Черезъ десять минутъ всѣ мужики Нижней Гоголевки собрались сѣрой испуганной, встревоженной тучей.
— Тихо! — крикнулъ Васька Свищъ, выступая впередъ. — Шапки долой! Бумага: вслѣдствiе отношенiя государственной интендантской комиссiи санитарныхъ образцовъ съ приложенiемъ сургучной печати, по соглашенiю съ эмеритурнымъ отдѣломъ публичной библiотеки — собрать со всѣхъ крестьянъ по два рубля десять копѣекъ троттуарнаго сбора, со внесенiемъ онаго въ Санктъ-Петербургскiй мировой съѣздъ!.. Поняли, ребята? Виновные въ уклоненiи подвергаются заключенiю въ крѣпость срокомъ до двухъ лѣтъ, съ замѣной штрафомъ до 500 руб. Поняли?!
— Поняли, ваше благородiе! — зашелестѣли мужицкiя губы.
— Благоро-о-оодiе?.! — завопилъ телеграфистъ. — Меррзавцы!!! Кокарды не знаете? Установленiй казенной палаты на предметъ геральдики не читали?! Староста! Взять этого! И этого! Пусть посидятъ! Тебя какъ? Неуважай-Корыто? Взять!
Черезъ часъ староста съ поклономъ вошелъ въ избу, положилъ передъ телеграфистомъ деньги и сказалъ робко:
— Можетъ, оно… на счетъ бумаги… поглядѣть бы… Касательно печати….

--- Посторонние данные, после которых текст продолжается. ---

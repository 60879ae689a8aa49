/**
 * Error function and the normal law, to about 1e-15 relative (both tails included).
 *
 * erfc is expanded in a Taylor series around the nearest of a set of nodes 1/16 apart: with g(x) = exp(-x^2) the
 * coefficients follow from g' = -2 x g. The nodes themselves, and everything past the last one, come from the continued
 * fraction and the power series of Abramowitz & Stegun, Handbook of Mathematical Functions (1964), 7.1.14 and 7.1.5.
 * NaN in, NaN out.
 */
const TWO_OVER_SQRT_PI = 2 / Math.sqrt(Math.PI);
const NODE_STEP = 1 / 16;
const LAST_NODE = 6;
const NODES = LAST_NODE / NODE_STEP + 1;
/** erfc(x) is below the smallest double from here on. */
const ERFC_ZERO = 27.3;

const nodeErfc = new Float64Array(NODES);
const nodeGauss = new Float64Array(NODES);
for (let n = 0; n < NODES; n++) {
  const x = n * NODE_STEP;
  nodeErfc[n] = x < 1 ? 1 - erfSeries(x) : erfcFraction(x, 400);
  nodeGauss[n] = Math.exp(-x * x);
}

/** (2/sqrt(pi)) * integral of exp(-t^2) from 0 to x. */
export function erf(x: number): number {
  const size = Math.abs(x);
  if (size < 0.5) return erfSeries(x);
  return x < 0 ? erfc(size) - 1 : 1 - erfc(size);
}

/** 1 - erf(x), without loss of digits for large x. */
export function erfc(x: number): number {
  if (x < 0) return 2 - erfc(-x);
  if (x < 0.25) return 1 - erfSeries(x);
  if (x < LAST_NODE) return erfcNear(x);
  if (x < ERFC_ZERO) return erfcFraction(x, 40);
  return x >= ERFC_ZERO ? 0 : Number.NaN;
}

/** Probability that a standard normal variable lies below x. */
export function normalCdf(x: number): number {
  return 0.5 * erfc(-x * Math.SQRT1_2);
}

/** Density of the standard normal law. */
export function normalPdf(x: number): number {
  return Math.exp(-0.5 * x * x) / Math.sqrt(2 * Math.PI);
}

function erfSeries(x: number): number {
  // A&S 7.1.5; alternating, so only used where the terms stay small.
  const square = x * x;
  let power = x;
  let sum = x;
  for (let n = 1; n < 40; n++) {
    power *= -square / n;
    const term = power / (2 * n + 1);
    sum += term;
    if (Math.abs(term) <= 1e-18 * Math.abs(sum)) break;
  }
  return TWO_OVER_SQRT_PI * sum;
}

function erfcFraction(x: number, depth: number): number {
  // A&S 7.1.14, from the deepest level up.
  let tail = x;
  for (let n = depth; n >= 1; n--) tail = x + n / 2 / tail;
  return Math.exp(-x * x) / (Math.sqrt(Math.PI) * tail);
}

function erfcNear(x: number): number {
  const node = Math.round(x / NODE_STEP);
  const x0 = node * NODE_STEP;
  const d = x - x0;
  // g_n: Taylor coefficients of exp(-x^2) around x0; n g_n = -2 (x0 g_(n-1) + g_(n-2)).
  let before = 0;
  let now = 1;
  let power = d;
  let sum = d;
  for (let n = 1; n < 30; n++) {
    const next = (-2 * (x0 * now + before)) / n;
    before = now;
    now = next;
    power *= d;
    const term = (now * power) / (n + 1);
    sum += term;
    if (Math.abs(power) < 1e-20) break;
  }
  return nodeErfc[node]! - TWO_OVER_SQRT_PI * nodeGauss[node]! * sum;
}
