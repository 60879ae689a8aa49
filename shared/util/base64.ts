/** Base64 of raw bytes (RFC 4648), without DOM or Node so that every room can use it. */

const alphabet = 'ABCDEFGHIJKLMNOPQRSTUVWXYZabcdefghijklmnopqrstuvwxyz0123456789+/';
const sextets = new Int16Array(128).fill(-1);
for (let i = 0; i < 64; i++) sextets[alphabet.charCodeAt(i)] = i;

export function encodeBase64(bytes: Uint8Array): string {
  const parts: string[] = [];
  const whole = bytes.length - (bytes.length % 3);
  let text = '';
  for (let i = 0; i < whole; i += 3) {
    const word = (bytes[i]! << 16) | (bytes[i + 1]! << 8) | bytes[i + 2]!;
    text +=
      alphabet[word >>> 18]! +
      alphabet[(word >>> 12) & 63]! +
      alphabet[(word >>> 6) & 63]! +
      alphabet[word & 63]!;
    if (text.length > 8192) {
      parts.push(text);
      text = '';
    }
  }
  const rest = bytes.length - whole;
  if (rest === 1) {
    const word = bytes[whole]!;
    text += `${alphabet[word >>> 2]}${alphabet[(word & 3) << 4]}==`;
  } else if (rest === 2) {
    const word = (bytes[whole]! << 8) | bytes[whole + 1]!;
    text += `${alphabet[word >>> 10]}${alphabet[(word >>> 4) & 63]}${alphabet[(word & 15) << 2]}=`;
  }
  parts.push(text);
  return parts.join('');
}

/** Throws RangeError on a character outside the alphabet or a length that cannot be base64. */
export function decodeBase64(text: string): Uint8Array<ArrayBuffer> {
  const padding = text.endsWith('==') ? 2 : text.endsWith('=') ? 1 : 0;
  if (text.length % 4 !== 0) throw new RangeError(`Base64 of length ${text.length} is cut short.`);
  const bytes = new Uint8Array((text.length / 4) * 3 - padding);
  let out = 0;
  for (let i = 0; i < text.length; i += 4) {
    let word = 0;
    for (let k = 0; k < 4; k++) {
      const code = text.charCodeAt(i + k);
      const value = code === 61 && i + k >= text.length - padding ? 0 : code < 128 ? sextets[code]! : -1;
      if (value < 0) throw new RangeError(`Not base64 at character ${i + k}.`);
      word = (word << 6) | value;
    }
    if (out < bytes.length) bytes[out++] = word >>> 16;
    if (out < bytes.length) bytes[out++] = (word >>> 8) & 255;
    if (out < bytes.length) bytes[out++] = word & 255;
  }
  return bytes;
}
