import { AxisBottom, AxisLeft, type AxisScale } from '@visx/axis';
import type { Axis } from '../../shared/contracts/output';
import { axisTitle } from './axis-geometry';
import { toneColour } from './tones';

export interface PlotRect {
  left: number;
  top: number;
  width: number;
  height: number;
}

export interface AxisProps {
  scale: AxisScale<number>;
  ticks: readonly number[];
  format(value: number): string;
  rect: PlotRect;
  em: number;
  /** The colour of an arm is on its axis only; the rest of the axis stays quiet. */
  axis: Pick<Axis, 'label' | 'unit' | 'arm'> | null;
}

const LINE = { stroke: 'var(--color-dim)', strokeWidth: 'var(--plot-hair)' };

function labelColour(axis: Pick<Axis, 'arm'>): string {
  return toneColour(axis.arm ?? 'dim');
}

export function BottomAxis({ scale, ticks, format, rect, em, axis }: AxisProps) {
  const base = rect.top + rect.height;
  return (
    <>
      <AxisBottom
        scale={scale}
        top={base}
        tickValues={[...ticks]}
        tickFormat={(value) => format(Number(value))}
        tickLength={4}
        hideAxisLine
        tickLineProps={LINE}
        tickComponent={({ x, formattedValue }) => (
          <text x={x} y={4 + em * 1.1} textAnchor="middle" fill="var(--color-dim)">
            {formattedValue}
          </text>
        )}
      />
      {axis === null ? null : (
        <text
          x={rect.left + rect.width / 2}
          y={base + 4 + em * 2.6}
          textAnchor="middle"
          fill={labelColour(axis)}
          data-axis="x"
        >
          {axisTitle(axis)}
        </text>
      )}
    </>
  );
}

export function LeftAxis({ scale, ticks, format, rect, em, axis }: AxisProps) {
  return (
    <>
      <AxisLeft
        scale={scale}
        left={rect.left}
        tickValues={[...ticks]}
        tickFormat={(value) => format(Number(value))}
        tickLength={4}
        hideAxisLine
        tickLineProps={LINE}
        tickComponent={({ y, formattedValue }) => (
          <text x={-4 - em * 0.35} y={y + em * 0.34} textAnchor="end" fill="var(--color-dim)">
            {formattedValue}
          </text>
        )}
      />
      {axis === null ? null : (
        <text
          transform={`translate(${em} ${rect.top + rect.height / 2}) rotate(-90)`}
          textAnchor="middle"
          fill={labelColour(axis)}
          data-axis="y"
        >
          {axisTitle(axis)}
        </text>
      )}
    </>
  );
}

/** Edge of the plot; carries the focus ring of the plot it stands in. */
export function Frame({ rect }: { rect: PlotRect }) {
  return (
    <rect
      x={rect.left}
      y={rect.top}
      width={rect.width}
      height={rect.height}
      fill="none"
      stroke="var(--color-strong)"
      strokeWidth="var(--plot-hair)"
      pointerEvents="none"
      className="group-focus-visible/plot:stroke-focus group-focus-visible/plot:stroke-2"
    />
  );
}
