import type { Tone } from './types';

/** The colour of a tone, following the theme. */
export function toneColour(tone: Tone | 'dim'): string {
  return `var(--color-${tone})`;
}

— Оселъ!!! — рявкнулъ телеграфистъ, сунулъ въ карманъ деньги, брезгливо отшвырнулъ растеряннаго старосту съ дороги и, выйдя на улицу, вскочилъ въ кибитку. — Я покажу вамъ, негодяи, — погрозилъ старостѣ телеграфистъ и скрылся въ облакѣ пыли.
Мудрѣйшій изъ мужиковъ Петръ Савельевъ Неуважай-Корыто, бѣлый, какъ лунь и глупый, какъ колода, подошелъ къ старостѣ и, почесавшись, сказалъ:
— Съ самого Петербурху. Чичасъ видно! Дешево отдѣлались, робята!